C’est l’un des constats qu’a livrés le Haut commissaire des Nations unies pour les Droits de l’Homme, Louise Arbour, lors d’une conférence prononcée le 18 avril, au pavillon Alphonse-Desjardins. Le matin même, la juriste avait reçu un doctorat d’honneur des mains du recteur Michel Pigeon qui n’a pas manqué de souligner la carrière exceptionnelle de cette «grande humaniste». «Une carrière comme celle de Louise Arbour est non seulement un exemple pour nos étudiants et professeurs de droit, mais aussi et surtout un modèle pour l’ensemble de notre communauté en quête de paix et de justice pour tous», a déclaré le recteur.
On sait que c’est à la lumière de son engagement pour la justice et les droits des plus démunis que Louise Arbour a été nommée, dans les années 1990, procureure du Tribunal pénal international pour l’ex-Yougoslavie et pour le Rwanda. Elle a également été juge à la Cour suprême du Canada. Invitée par l’Institut québécois des hautes études internationales, Louise Arbour a prononcé devant un public des plus attentifs une conférence portant sur les défis des droits humains dans un monde en transition.
La peur de l’autre
«Dans le cadre de mes fonctions, j’ai eu l’occasion d’avoir une perspective particulière de ce qui sous-tend les gestes les plus spontanés d’humanité, de générosité et de compassion, et aussi de ce qui se cache derrière les pires atteintes à la dignité humaine, a expliqué Louise Arbour. La peur est à la fois la meilleure et la pire des conseillères. Elle déclenche un sentiment d’alerte qui peut être salvateur, de même qu’elle peut produire une réponse prématurée ou irrationnelle. Face au terrorisme, la politique de la peur exige un abandon de la liberté au profit de la fausse sécurité, du secret et du profilage racial. Face à la guerre, elle provoque une escalade du militarisme, de la répression et de l’endoctrinement. Devant la pauvreté extrême, la politique de la peur mène à un effet pervers à double face: d’un côté, elle octroie un outil de survie inapproprié pour les pauvres qui conduit au radicalisme et à l’extrémisme religieux tandis que, de l’autre côté, elle offre un outil de préservation aux riches qui mène à l’exclusion, au développement d’une mentalité de fermeture et à la surconsommation. En somme, les conséquences d’une politique de la peur se traduisent en racisme et en xénophobie qui ne sont souvent en réalité que la peur de l’autre.»

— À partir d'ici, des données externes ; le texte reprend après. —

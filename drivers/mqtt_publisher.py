"""The runtime's side channel on the broker: telemetry, mode and trips out, requests in.

What lives here: `MqttPublisher` (the runtime's telemetry, mode and trip
publisher and its filtered inbox of remote operator requests). What does not:
the host link to a rig (`drivers.mqtt_link`), any control logic.
"""

from __future__ import annotations

import asyncio
import collections
import contextlib
import inspect
import math
import time
from collections.abc import Callable, Mapping
from types import TracebackType
from typing import Any

import aiomqtt
import msgpack
from paho.mqtt.packettypes import PacketTypes
from paho.mqtt.subscribeoptions import SubscribeOptions

from drivers.base import LinkClosed
from drivers.mqtt_client import (
    Topics,
    client_id,
    connect_client,
    disconnect_client,
    expiry,
    make_client,
)
from drivers.mqtt_settings import REQUEST_OPS, MqttAuthError, MqttSettings

RequestCallback = Callable[[str, dict[str, Any]], Any]
"""``callback(op, request) -> None | bool | (bool, str)``, possibly async."""


class MqttPublisher:
    """The runtime's side channel on the broker: telemetry out, operator requests in.

    ``async with MqttPublisher(settings, on_request=cb) as pub:`` then, from
    the loop's thread or any other, `publish_telemetry(record)`,
    `publish_mode(mode, **extra)`, `publish_trip(summary)`. They never block:
    messages go through a bounded queue (`dropped` counts overflow) and a
    sender task; telemetry is decimated to `telemetry_hz`. The connection is
    kept up with backoff in the background; a broker outage costs telemetry,
    never a tick.

    Requests arrive on ``<prefix>/<rig>/request`` as msgpack maps
    ``{"op": "arm"|"disarm"|"reset"|"stop", ...}``. Retained requests are
    ignored (a stored "arm" must never act later). ``stop`` is always passed
    to the callback; others only when listed in `settings.remote_requests`.
    Every request gets a reply map ``{"op", "ok", "message", "id"}`` on
    ``<prefix>/<rig>/reply``.
    """

    def __init__(
        self,
        settings: MqttSettings,
        *,
        on_request: RequestCallback | None = None,
        telemetry_hz: float = 10.0,
        mode_refresh_s: float = 2.0,
        queue_size: int = 256,
        first_delay_s: float = 0.1,
        max_delay_s: float = 2.0,
    ) -> None:
        if not settings.rig:
            raise ValueError("MqttPublisher needs a rig name (settings.rig)")
        self.settings = settings
        self.topics = Topics(settings.prefix, settings.rig)
        self.on_request = on_request
        self.telemetry_period = 1.0 / telemetry_hz if telemetry_hz > 0 else 0.0
        self.mode_refresh_s = mode_refresh_s
        self.connected = False
        self.published = 0
        self.dropped = 0
        self.requests: collections.deque[tuple[str, bool, str]] = collections.deque(maxlen=64)
        self.last_error = ""
        self._queue_size = queue_size
        self._first_delay = first_delay_s
        self._max_delay = max_delay_s
        self._queue: asyncio.Queue[tuple[str, bytes, int, bool, int]] | None = None
        self._loop: asyncio.AbstractEventLoop | None = None
        self._task: asyncio.Task[None] | None = None
        self._last_telemetry = -math.inf
        self._mode: bytes | None = None
        self._connected_event: asyncio.Event | None = None

    async def __aenter__(self) -> MqttPublisher:
        self._loop = asyncio.get_running_loop()
        self._queue = asyncio.Queue(self._queue_size)
        self._connected_event = asyncio.Event()
        self._task = self._loop.create_task(self._supervise(), name="mqtt-publisher")
        return self

    async def __aexit__(
        self,
        exc_type: type[BaseException] | None,
        exc: BaseException | None,
        tb: TracebackType | None,
    ) -> None:
        task, self._task = self._task, None
        if task is not None:
            # Let queued messages (a final trip, the last mode) go out briefly.
            if self.connected and self._queue is not None:
                with contextlib.suppress(asyncio.TimeoutError):
                    await asyncio.wait_for(self._drain(), 1.0)
            task.cancel()
            # Bounded: whatever the broker does, leaving the publisher ends.
            with contextlib.suppress(BaseException):
                await asyncio.wait({task}, timeout=5.0)

    async def _drain(self) -> None:
        assert self._queue is not None
        while not self._queue.empty() and self.connected:
            await asyncio.sleep(0.01)

    async def wait_connected(self, timeout_s: float = 5.0) -> bool:
        """Wait until the publisher is connected and subscribed; False on timeout."""
        assert self._connected_event is not None
        with contextlib.suppress(asyncio.TimeoutError):
            await asyncio.wait_for(self._connected_event.wait(), timeout_s)
        return self.connected

    # ------------------------------------------------------------ producer side (any thread)

    def _enqueue(self, topic: str, payload: bytes, qos: int, retain: bool, exp: int) -> None:
        loop = self._loop
        if loop is None or loop.is_closed():
            return
        item = (topic, payload, qos, retain, exp)
        try:
            running = asyncio.get_running_loop()
        except RuntimeError:
            running = None
        if running is loop:
            self._put(item)
        else:
            loop.call_soon_threadsafe(self._put, item)

    def _put(self, item: tuple[str, bytes, int, bool, int]) -> None:
        assert self._queue is not None
        try:
            self._queue.put_nowait(item)
        except asyncio.QueueFull:
            self.dropped += 1

    def publish_telemetry(self, record: Mapping[str, Any], *, now: float | None = None) -> bool:
        """Queue one telemetry record unless within the decimation period; True if queued."""
        t = time.monotonic() if now is None else now
        if t - self._last_telemetry < self.telemetry_period:
            return False
        self._last_telemetry = t
        payload = msgpack.packb(dict(record), default=_to_builtin)
        self._enqueue(self.topics.telemetry, payload, 0, False, self.settings.sample_expiry_s)
        return True

    def publish_mode(self, mode: str, **extra: Any) -> None:
        """Queue the supervisor mode (retained, with expiry; refreshed while connected)."""
        payload = msgpack.packb({"mode": mode, "online": True, "t_wall": time.time(), **extra},
                                default=_to_builtin)
        self._mode = payload
        self._enqueue(self.topics.mode, payload, 1, True, self._mode_expiry())

    def publish_trip(self, summary: Mapping[str, Any]) -> None:
        """Queue a trip summary (QoS 1, not retained)."""
        payload = msgpack.packb(dict(summary), default=_to_builtin)
        self._enqueue(self.topics.trip, payload, 1, False, 3600)

    def _mode_expiry(self) -> int:
        return max(1, int(math.ceil(3 * self.mode_refresh_s)))

    # ------------------------------------------------------------ connection

    async def _supervise(self) -> None:
        delay = self._first_delay
        while True:
            will = aiomqtt.Will(
                self.topics.mode,
                msgpack.packb({"mode": "disconnected", "online": False, "t_wall": time.time()}),
                qos=1, retain=True, properties=expiry(self._mode_expiry(), PacketTypes.WILLMESSAGE),
            )
            client = make_client(self.settings, identifier=client_id("runtime", self.settings.rig),
                                 will=will)
            try:
                await connect_client(client, self.settings)
            except MqttAuthError as exc:
                self.last_error = str(exc)
                await asyncio.sleep(self._max_delay)
                continue
            except LinkClosed as exc:
                self.last_error = str(exc)
                await asyncio.sleep(delay)
                delay = min(delay * 2, self._max_delay)
                continue
            delay = self._first_delay
            try:
                # Retain-as-published: an operator request published with the retain
                # flag keeps it on delivery, so it is recognised and ignored (a stored
                # "arm" must never act, now or later).
                await client.subscribe(self.topics.request,
                                       options=SubscribeOptions(qos=1, retainAsPublished=True))
                self.connected = True
                assert self._connected_event is not None
                self._connected_event.set()
                if self._mode is not None:
                    await client.publish(self.topics.mode, self._mode, qos=1, retain=True,
                                         properties=expiry(self._mode_expiry()))
                async with asyncio.TaskGroup() as tg:
                    tg.create_task(self._send(client))
                    tg.create_task(self._receive(client))
                    tg.create_task(self._refresh_mode(client))
            except* aiomqtt.MqttError as eg:
                self.last_error = str(eg.exceptions[0])
            finally:
                self.connected = False
                if self._connected_event is not None:
                    self._connected_event.clear()
                await disconnect_client(client)
            await asyncio.sleep(delay)

    async def _send(self, client: aiomqtt.Client) -> None:
        assert self._queue is not None
        while True:
            topic, payload, qos, retain, exp = await self._queue.get()
            await client.publish(topic, payload, qos=qos, retain=retain, properties=expiry(exp))
            self.published += 1

    async def _refresh_mode(self, client: aiomqtt.Client) -> None:
        while True:
            await asyncio.sleep(self.mode_refresh_s)
            if self._mode is not None:
                await client.publish(self.topics.mode, self._mode, qos=1, retain=True,
                                     properties=expiry(self._mode_expiry()))

    async def _receive(self, client: aiomqtt.Client) -> None:
        async for m in client.messages:
            if m.topic.value != self.topics.request:
                continue
            await self._handle_request(client, m)

    async def _handle_request(self, client: aiomqtt.Client, m: aiomqtt.Message) -> None:
        if m.retain:
            return  # a stored request is never acted on
        try:
            req = msgpack.unpackb(m.payload, raw=False) if isinstance(m.payload, bytes) else None
        except Exception:
            req = None
        if not isinstance(req, dict) or not isinstance(req.get("op"), str):
            await self._reply(client, {"op": None, "ok": False,
                                       "message": "request must be a msgpack map with 'op'"})
            return
        op = req["op"]
        rid = req.get("id")
        if op not in REQUEST_OPS:
            ok, message = False, f"unknown request {op!r}"
        elif op != "stop" and op not in self.settings.remote_requests:
            ok, message = False, (f"remote {op!r} is not allowed here "
                                  "([link.mqtt] remote_requests)")
        elif self.on_request is None:
            ok, message = False, "no handler for remote requests"
        else:
            try:
                result = self.on_request(op, req)
                if inspect.isawaitable(result):
                    result = await result
            except Exception as exc:
                ok, message = False, f"request failed: {exc}"
            else:
                if isinstance(result, tuple):
                    ok, message = bool(result[0]), str(result[1])
                elif result is None:
                    ok, message = True, "accepted"
                else:
                    ok, message = bool(result), "accepted" if result else "refused"
        self.requests.append((op, ok, message))
        await self._reply(client, {"op": op, "ok": ok, "message": message, "id": rid})

    async def _reply(self, client: aiomqtt.Client, body: dict[str, Any]) -> None:
        await client.publish(self.topics.reply, msgpack.packb(body, default=_to_builtin), qos=1,
                             properties=expiry(60))


def _to_builtin(obj: Any) -> Any:
    """msgpack fallback for numpy scalars and arrays."""
    if hasattr(obj, "tolist"):
        return obj.tolist()
    if hasattr(obj, "item"):
        return obj.item()
    raise TypeError(f"cannot pack {type(obj).__name__}")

Rationalité et impartialité
Selon Louise Arbour, le système international de protection des droits de la personne, tout comme la Charte canadienne des droits et libertés, offrent la seule solution de rechange légitime et raisonnée aux réactions irrationnelles causées par la peur. Faisant sienne l’opinion de l’ancien secrétaire général de l’ONU, Kofi Annan, Louise Arbour croit qu’il ne peut y avoir de sécurité et de développement si les droits de l’homme ne sont pas respectés. Ces droits sont en quelque sorte un antidote à la politique de la peur et procurent un cadre pour la résolution de conflits qui se fonde sur la rationalité, l’impartialité et la raison, plutôt que sur la force et l’intransigeance. Quant aux accommodements raisonnables, Louise Arbour estime qu’«ils sont une reconnaissance générale que les droits, nos droits, existent pour tous, même pour les autres, depuis ceux qui arrivent de loin avec d’autres coutumes jusqu’à ceux, étrangers, qu’on soupçonne de grave criminalité». Ce qui n’empêche pas que l’insécurité qui marque notre société a des effets pervers sur la protection des droits fondamentaux reconnus par les grands traités internationaux et les documents constitutionnels de plusieurs pays.
Invitée à parler de son expérience sur le terrain, que ce soit au Rwanda, en ex-Yougoslavie et plus récemment au Soudan, Louise Arbour a dit se sentir motivée par la volonté des populations à se sortir du bourbier dans lequel les différents conflits les ont plongées. «Je rencontre des personnes illettrées, mal nourries et qui vivent constamment dans la peur et l’insécurité, dit-elle. Au lieu de se décourager, elles cherchent la plupart du temps à améliorer leur qualité de vie. Cela m’encourage à aller de l’avant.»